Keywords:Moissanite; Nanodiamond; Graphite; Beryl; Quartz; Raman spectroscopy; Supercritical fluids

In several papers, the author has demonstrated [1-4] that supercritical fluid has a more significant meaning for the enrichment and re-distribution of elements than generally assumed. By the specific properties of such fluids (density between 100 and 1000kg/m3, viscosity between 50-100μPa.s, and diffusivity between 0.01 and 0.1mm2/s - see [5]) and the high velocity, they can also transport small crystalline particles from the origin depths as we have shown. To such belong spherical/elliptical crystals of stishovite, coesite, zircon-reidite, and many others [4]. Up to now, it was, however, unclear which chemical character such melts or fluids have. A new impulse came from finding ultra-high-pressure minerals in the Greifenstein granite near Ehrenfriedersdorf [6]. Sensitive by clear proof of moissanite and diamond in this granite as foreign bodies (not remnants of abrasives discussed by Keller & Ague [7]), the authors found new essential hints to the character of such fluids. In this paper, we briefly show the most important results. A crucial experience was finding moissanite and diamond in some beryl-bearing vein samples from the Sauberg mine near Ehrenfriedersdorf [8]. In difference to the moissanite and diamond in the Greifenstein granite [6], moissanite, diamond, and beryl are genetically directly linked. Of course, a couple of papers describe the shallow origin of diamonds [9,10] and a scathing reply to such shallow origin by Yang et al.

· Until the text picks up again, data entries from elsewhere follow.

using System.Runtime.CompilerServices;
using System.Runtime.Intrinsics;
using FlowSolver.Foundation;

namespace FlowSolver.Formulas;

/// <summary>
/// The functions of the formula language on eight numbers at once. Each lane is computed on its own, so that a value does not depend on where in a
/// span it stands. NaN stays NaN; infinities give the limits. Errors are a few units in the last place.
/// </summary>
/// <remarks>Polynomial coefficients were fitted for this project at Chebyshev points in 50-digit arithmetic; the fit error is below 2e-18 relative.</remarks>
internal static class VectorFunctions
{
    private const double Ln2High = 0.6931471803691238;
    private const double Ln2Low = 1.9082149292705877e-10;

    [MethodImpl(MethodImplOptions.AggressiveInlining)]
    public static Vector512<double> Exp(Vector512<double> u) => VectorMath.Exp(u);

    [MethodImpl(MethodImplOptions.AggressiveInlining)]
    public static Vector512<double> Log(Vector512<double> u) => VectorMath.Log(u);

    [MethodImpl(MethodImplOptions.AggressiveInlining)]
    public static Vector512<double> Sin(Vector512<double> u) => VectorMath.Sin(u);

    [MethodImpl(MethodImplOptions.AggressiveInlining)]
    public static Vector512<double> Cos(Vector512<double> u) => VectorMath.Cos(u);

    [MethodImpl(MethodImplOptions.AggressiveInlining)]
    public static (Vector512<double> Sin, Vector512<double> Cos) SinCos(Vector512<double> u) => VectorMath.SinCos(u);

    [MethodImpl(MethodImplOptions.AggressiveInlining)]
    public static Vector512<double> Tan(Vector512<double> u)
    {
        var (sin, cos) = VectorMath.SinCos(u);
        return sin / cos;
    }

    [MethodImpl(MethodImplOptions.AggressiveInlining)]
    public static Vector512<double> Sqrt(Vector512<double> u) => Vector512.Sqrt(u);

    [MethodImpl(MethodImplOptions.AggressiveInlining)]
    public static Vector512<double> Abs(Vector512<double> u) => Vector512.Abs(u);

    [MethodImpl(MethodImplOptions.AggressiveInlining)]
    public static Vector512<double> Minimum(Vector512<double> a, Vector512<double> b) => Vector512.Min(a, b);

    [MethodImpl(MethodImplOptions.AggressiveInlining)]
    public static Vector512<double> Maximum(Vector512<double> a, Vector512<double> b) => Vector512.Max(a, b);

    [MethodImpl(MethodImplOptions.AggressiveInlining)]
    public static Vector512<double> Negate(Vector512<double> a) => -a;

    /// <summary><paramref name="below"/> where <paramref name="condition"/> &lt; 0, else <paramref name="otherwise"/>.</summary>
    [MethodImpl(MethodImplOptions.AggressiveInlining)]
    public static Vector512<double> Select(Vector512<double> condition, Vector512<double> below, Vector512<double> otherwise)
        => Vector512.ConditionalSelect(Vector512.LessThan(condition, Vector512<double>.Zero), below, otherwise);

    /// <summary>0 below 0, 1 from 0 on.</summary>
    [MethodImpl(MethodImplOptions.AggressiveInlining)]
    public static Vector512<double> Step(Vector512<double> u)
    {
        var result = Vector512.ConditionalSelect(Vector512.LessThan(u, Vector512<double>.Zero), Vector512<double>.Zero, Vector512<double>.One);
        return Vector512.ConditionalSelect(Vector512.Equals(u, u), result, u);
    }

    /// <summary>−1, 0 or 1.</summary>
    [MethodImpl(MethodImplOptions.AggressiveInlining)]
    public static Vector512<double> Sign(Vector512<double> u)
    {
        // u itself where neither comparison holds: 0 stays 0 and NaN stays NaN.
        var result = Vector512.ConditionalSelect(Vector512.LessThan(u, Vector512<double>.Zero), Vector512.Create(-1.0), u);
        return Vector512.ConditionalSelect(Vector512.GreaterThan(u, Vector512<double>.Zero), Vector512<double>.One, result);
    }

    /// <summary>e^u − 1 without cancellation near 0, for u ≥ 0.</summary>
    [MethodImpl(MethodImplOptions.AggressiveInlining)]
    private static Vector512<double> ExpMinusOne(Vector512<double> u)
    {
        // u = k ln 2 + r, |r| ≤ ½ ln 2; e^u − 1 = 2^k (e^r − 1) + (2^k − 1). Beyond 1023 ln 2 every caller has reached its limit.
        var clamped = Vector512.Min(u, Vector512.Create(708.0));
        var k = Vector512.Round(clamped * Vector512.Create(1.4426950408889634));
        var r = Vector512.FusedMultiplyAdd(k, Vector512.Create(-Ln2High), clamped);
        r = Vector512.FusedMultiplyAdd(k, Vector512.Create(-Ln2Low), r);
        // Taylor to r¹³: the rest is below (0.3466)¹³/14! = 1.2e-17 of r.
        var p = Vector512.Create(1.0 / 6227020800);
        p = Vector512.FusedMultiplyAdd(p, r, Vector512.Create(1.0 / 479001600));
        p = Vector512.FusedMultiplyAdd(p, r, Vector512.Create(1.0 / 39916800));
        p = Vector512.FusedMultiplyAdd(p, r, Vector512.Create(1.0 / 3628800));
        p = Vector512.FusedMultiplyAdd(p, r, Vector512.Create(1.0 / 362880));
        p = Vector512.FusedMultiplyAdd(p, r, Vector512.Create(1.0 / 40320));
        p = Vector512.FusedMultiplyAdd(p, r, Vector512.Create(1.0 / 5040));
        p = Vector512.FusedMultiplyAdd(p, r, Vector512.Create(1.0 / 720));
        p = Vector512.FusedMultiplyAdd(p, r, Vector512.Create(1.0 / 120));
        p = Vector512.FusedMultiplyAdd(p, r, Vector512.Create(1.0 / 24));
        p = Vector512.FusedMultiplyAdd(p, r, Vector512.Create(1.0 / 6));
        p = Vector512.FusedMultiplyAdd(p, r, Vector512.Create(0.5));
        p = Vector512.FusedMultiplyAdd(p * r, r, r);
        var power = Vector512.ShiftLeft(Vector512.ConvertToInt64(k) + Vector512.Create(1023L), 52).AsDouble();
        return Vector512.FusedMultiplyAdd(power, p, power - Vector512<double>.One);
    }

    [MethodImpl(MethodImplOptions.AggressiveInlining)]
    public static Vector512<double> Tanh(Vector512<double> u)
    {
        // tanh |u| = E/(E + 2), E = e^(2|u|) − 1; past 22 the answer is 1 to rounding.
        var twice = Vector512.Min(Vector512.Abs(u) * Vector512.Create(2.0), Vector512.Create(44.0));
        var e = ExpMinusOne(twice);
        return WithSignOf(e / (e + Vector512.Create(2.0)), u);
    }

    [MethodImpl(MethodImplOptions.AggressiveInlining)]
    public static Vector512<double> Sinh(Vector512<double> u)
    {
        var magnitude = Vector512.Abs(u);
        var e = ExpMinusOne(magnitude);
        var near = (e + e / (e + Vector512<double>.One)) * Vector512.Create(0.5);
        var far = HalfExp(magnitude);
        return WithSignOf(Vector512.ConditionalSelect(Vector512.LessThan(magnitude, Vector512.Create(40.0)), near, far), u);
    }

    [MethodImpl(MethodImplOptions.AggressiveInlining)]
    public static Vector512<double> Cosh(Vector512<double> u)
    {
        var half = HalfExp(Vector512.Abs(u));
        return half + Vector512.Create(0.25) / half;
    }

    /// <summary>½ e^u for u ≥ 0, also where e^u itself would overflow.</summary>
    [MethodImpl(MethodImplOptions.AggressiveInlining)]
    private static Vector512<double> HalfExp(Vector512<double> u)
        // Nearly ln 2, but with so few digits that the difference is exact; the factor holds the rest, ½ e^(355/512).
        => Exp(u - Vector512.Create(0.693359375)) * Vector512.Create(1.0002122169548873);

    [MethodImpl(MethodImplOptions.AggressiveInlining)]
    public static Vector512<double> Atan(Vector512<double> u)
    {
        // |u| > 1 by π/2 − atan(1/|u|), then beyond tan(π/8) by π/4 + atan((t − 1)/(t + 1)).
        var magnitude = Vector512.Abs(u);
        var isLarge = Vector512.GreaterThan(magnitude, Vector512<double>.One);
        var t = Vector512.ConditionalSelect(isLarge, Vector512<double>.One / magnitude, magnitude);
        var isUpper = Vector512.GreaterThan(t, Vector512.Create(0.41421356237309503));
        var s = Vector512.ConditionalSelect(isUpper, (t - Vector512<double>.One) / (t + Vector512<double>.One), t);
        var q = s * s;
        var p = Vector512.Create(-0.017803896394812564);
        p = Vector512.FusedMultiplyAdd(p, q, Vector512.Create(0.03796390316111083));
        p = Vector512.FusedMultiplyAdd(p, q, Vector512.Create(-0.05035049795312439));
        p = Vector512.FusedMultiplyAdd(p, q, Vector512.Create(0.05846866752275139));
        p = Vector512.FusedMultiplyAdd(p, q, Vector512.Create(-0.06662950246036792));
        p = Vector512.FusedMultiplyAdd(p, q, Vector512.Create(0.07692045194561481));
        p = Vector512.FusedMultiplyAdd(p, q, Vector512.Create(-0.09090896801472813));
        p = Vector512.FusedMultiplyAdd(p, q, Vector512.Create(0.11111110744657099));
        p = Vector512.FusedMultiplyAdd(p, q, Vector512.Create(-0.14285714279244968));
        p = Vector512.FusedMultiplyAdd(p, q, Vector512.Create(0.19999999999940837));
        p = Vector512.FusedMultiplyAdd(p, q, Vector512.Create(-0.3333333333333312));
        p = Vector512.FusedMultiplyAdd(p * q, s, s);
        var quarter = Vector512.Create(0.7853981633974483);
        p = Vector512.ConditionalSelect(isUpper, quarter + p, p);
        p = Vector512.ConditionalSelect(isLarge, Vector512.Create(1.5707963267948966) - p, p);
        return WithSignOf(p, u);
    }

    [MethodImpl(MethodImplOptions.AggressiveInlining)]
    public static Vector512<double> Erf(Vector512<double> u)
    {
        var magnitude = Vector512.Abs(u);
        var q = u * u;
        // |u| ≤ 1: u times a polynomial in u².
        var near = Vector512.Create(-7.795898827002142e-10);
        near = Vector512.FusedMultiplyAdd(near, q, Vector512.Create(1.3720064546777686e-08));
        near = Vector512.FusedMultiplyAdd(near, q, Vector512.Create(-1.6208483801871705e-07));
        near = Vector512.FusedMultiplyAdd(near, q, Vector512.Create(1.6447424703317362e-06));
        near = Vector512.FusedMultiplyAdd(near, q, Vector512.Create(-1.492473690741966e-05));
        near = Vector512.FusedMultiplyAdd(near, q, Vector512.Create(0.00012055294904839707));
        near = Vector512.FusedMultiplyAdd(near, q, Vector512.Create(-0.0008548325975389692));
        near = Vector512.FusedMultiplyAdd(near, q, Vector512.Create(0.0052239776071164225));
        near = Vector512.FusedMultiplyAdd(near, q, Vector512.Create(-0.02686617064323777));
        near = Vector512.FusedMultiplyAdd(near, q, Vector512.Create(0.11283791670945006));
        near = Vector512.FusedMultiplyAdd(near, q, Vector512.Create(-0.37612638903183543));
        near = Vector512.FusedMultiplyAdd(near, q, Vector512.Create(1.1283791670955126)) * u;
        // 1 < |u| ≤ 6: 1 − e^(−u²) times a polynomial in s = 14.4/(|u| + 3) − 2.6, which runs from 1 to −1. Past 6 the answer is 1 to rounding.
        var inside = Vector512.Min(Vector512.Max(magnitude, Vector512<double>.One), Vector512.Create(6.0));
        var s = Vector512.Create(14.4) / (inside + Vector512.Create(3.0)) - Vector512.Create(2.6);
        var far = Vector512.Create(-1.6799777159311457e-13);
        far = Vector512.FusedMultiplyAdd(far, s, Vector512.Create(-4.468786282795809e-15));
        far = Vector512.FusedMultiplyAdd(far, s, Vector512.Create(6.716060821011204e-12));
        far = Vector512.FusedMultiplyAdd(far, s, Vector512.Create(-6.030100178315267e-12));
        far = Vector512.FusedMultiplyAdd(far, s, Vector512.Create(-2.5809703293704675e-10));
        far = Vector512.FusedMultiplyAdd(far, s, Vector512.Create(2.6378817019432074e-10));
        far = Vector512.FusedMultiplyAdd(far, s, Vector512.Create(1.1340261055840323e-08));
        far = Vector512.FusedMultiplyAdd(far, s, Vector512.Create(4.526722197970927e-09));
        far = Vector512.FusedMultiplyAdd(far, s, Vector512.Create(-5.541277438329464e-07));
        far = Vector512.FusedMultiplyAdd(far, s, Vector512.Create(-2.4255574811020284e-06));
        far = Vector512.FusedMultiplyAdd(far, s, Vector512.Create(1.956358330834969e-05));
        far = Vector512.FusedMultiplyAdd(far, s, Vector512.Create(0.00033160296057845436));
        far = Vector512.FusedMultiplyAdd(far, s, Vector512.Create(0.0024793146970724187));
        far = Vector512.FusedMultiplyAdd(far, s, Vector512.Create(0.012713147695691995));
        far = Vector512.FusedMultiplyAdd(far, s, Vector512.Create(0.0496984454033948));
        far = Vector512.FusedMultiplyAdd(far, s, Vector512.Create(0.15436117429436919));
        far = Vector512.FusedMultiplyAdd(far, s, Vector512.Create(0.20798329133342885));
        far = Vector512<double>.One - far * Exp(-(inside * inside));
        return Vector512.ConditionalSelect(Vector512.GreaterThan(magnitude, Vector512<double>.One), WithSignOf(far, u), near);
    }

    /// <summary>u^v with the meaning of <see cref="Math.Pow"/>, one lane at a time: exp(v log u) loses digits and signs.</summary>
    [MethodImpl(MethodImplOptions.NoInlining)]
    public static Vector512<double> Power(Vector512<double> u, Vector512<double> v)
    {
        Span<double> lanes = stackalloc double[Vector512<double>.Count];
        for (var i = 0; i < lanes.Length; i++)
            lanes[i] = Math.Pow(u[i], v[i]);
        return Vector512.Create<double>(lanes);
    }

    [MethodImpl(MethodImplOptions.AggressiveInlining)]
    private static Vector512<double> WithSignOf(Vector512<double> magnitude, Vector512<double> sign)
        => Vector512.CopySign(magnitude, sign);
}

[11]. However, the origin of these ophiolite-related diamonds has nothing to do with the case described here. Another interpretation gives El Mendili et al. [12]. According to these authors, diamond and moissanite polytypes are inherited from serpentinized peridotites crystallized in the lower mantle.

The beryl-quartz sample material comes from the Sauberg mine near Ehrenfriedersdorf in the Erzgebirge region/Germany. Figure 1 shows the location of this deposit around Ehrenfriedersdorf. Also shown is the Greifenstein granite, where we found UHP mineral inclusions in the crustal granite for the first time [6]. Schröcke [13] and Hösel [14] describe impressive the Variscan tin deposits around Ehrenfriedersdorf. However, a description of the small beryl veins is missing. Only Kumann & Leeder [15] discuss this very shortly in their contribution and show such veins’ appearance. The sample is from a 6cm thick beryl-bearing quartz veinlet (composed of 28% beryl, 72% quartz) from the Sauberg mine (Prinzler Liegendtrum, samples TU BAF F64-18). The pieces (Figures 2a & 2b) are composed mainly of about 3x0.5cm large green beryl in a weak smoky-colored quartz matrix, and this quartz related to beryl is a little bit older [8]. The vapor phase of the primary fluid inclusions in quartz and beryl is mainly CH4. Samples from smaller veins are composed nearby only of beryl (90%) and minor quartz. The adjacent rock is greisen. For the microscopic and Raman spectroscopic studies, we used double-polished quartz-beryl chips with a thickness of 500μm. The samples were never coated with carbon for electron microprobe studies.

Figure 1:Schematic geological map of the deposit district of Ehrenfriedersdorf, German Erzgebirge (according to Rösler et al. [34]). Legend: 1-phyllite, 2-mica shist, 3-red gneiss, 4-dark mica shist, 5-biotite-muscovite shist, 6-gneiss, 7-augengneiss, 8-amphibolite shist, 9-limestone, 10-skarn, 11-granite, 12-Sn lodes, 13-Bi-Co-Ni lodes.

Figure 2a-2b:Details of the studied quartz-beryl sample from the Sauberg mine near Ehrenfriedersdorf: Brl - green beryl, Mlb-Molybdenite, Qtz-Quartz.

In the beryl and quartz, there are tiny nearby colorless elliptical moissanite, beryl-moissanite, quartz-cristobalite, and zirconreidite crystals for which Thomas et al. [4] offered an interpretation as indications of fast upward moving supercritical fluid. Figure 3a & 3b shows spherical inclusions of moissanite and beryl-moissanite intergrowth in quartz. The beryl of the beryl-moissanite intergrowth (Figure 3b) shows an extensive formation of twinnings, which may form at a pressure of about 14GPa [16]. In addition, many spherical to oval aggregates composed of phosphates like jahnsite-(CaMnFe), nearby colorless sphalerite [ZnS], polycrystalline, and amorphous graphite are present. Separate beryl crystals in the quartz matrix often show a rim of carbonic material. The dark sample walls (at the border to the adjacent rock) contain cassiterite, arsenopyrite, molybdenite, muscovite, sphalerite, trilithionite, and many minor ore minerals. The beryl is transparent and emerald to pale green and is rich in fluid inclusions, generally of secondary or pseudosecondary character. Rarer are water-rich silicate melt inclusions of a primary nature. Thomas et al. [17] state that these melt inclusions homogenize between 700-720 °C near the solvus crest for this sample. The pressure is ≤ 2kbar [18]. The sample material was given by Prof. L. Baumann from the Mining Academy Freiberg in 1980 as reference material.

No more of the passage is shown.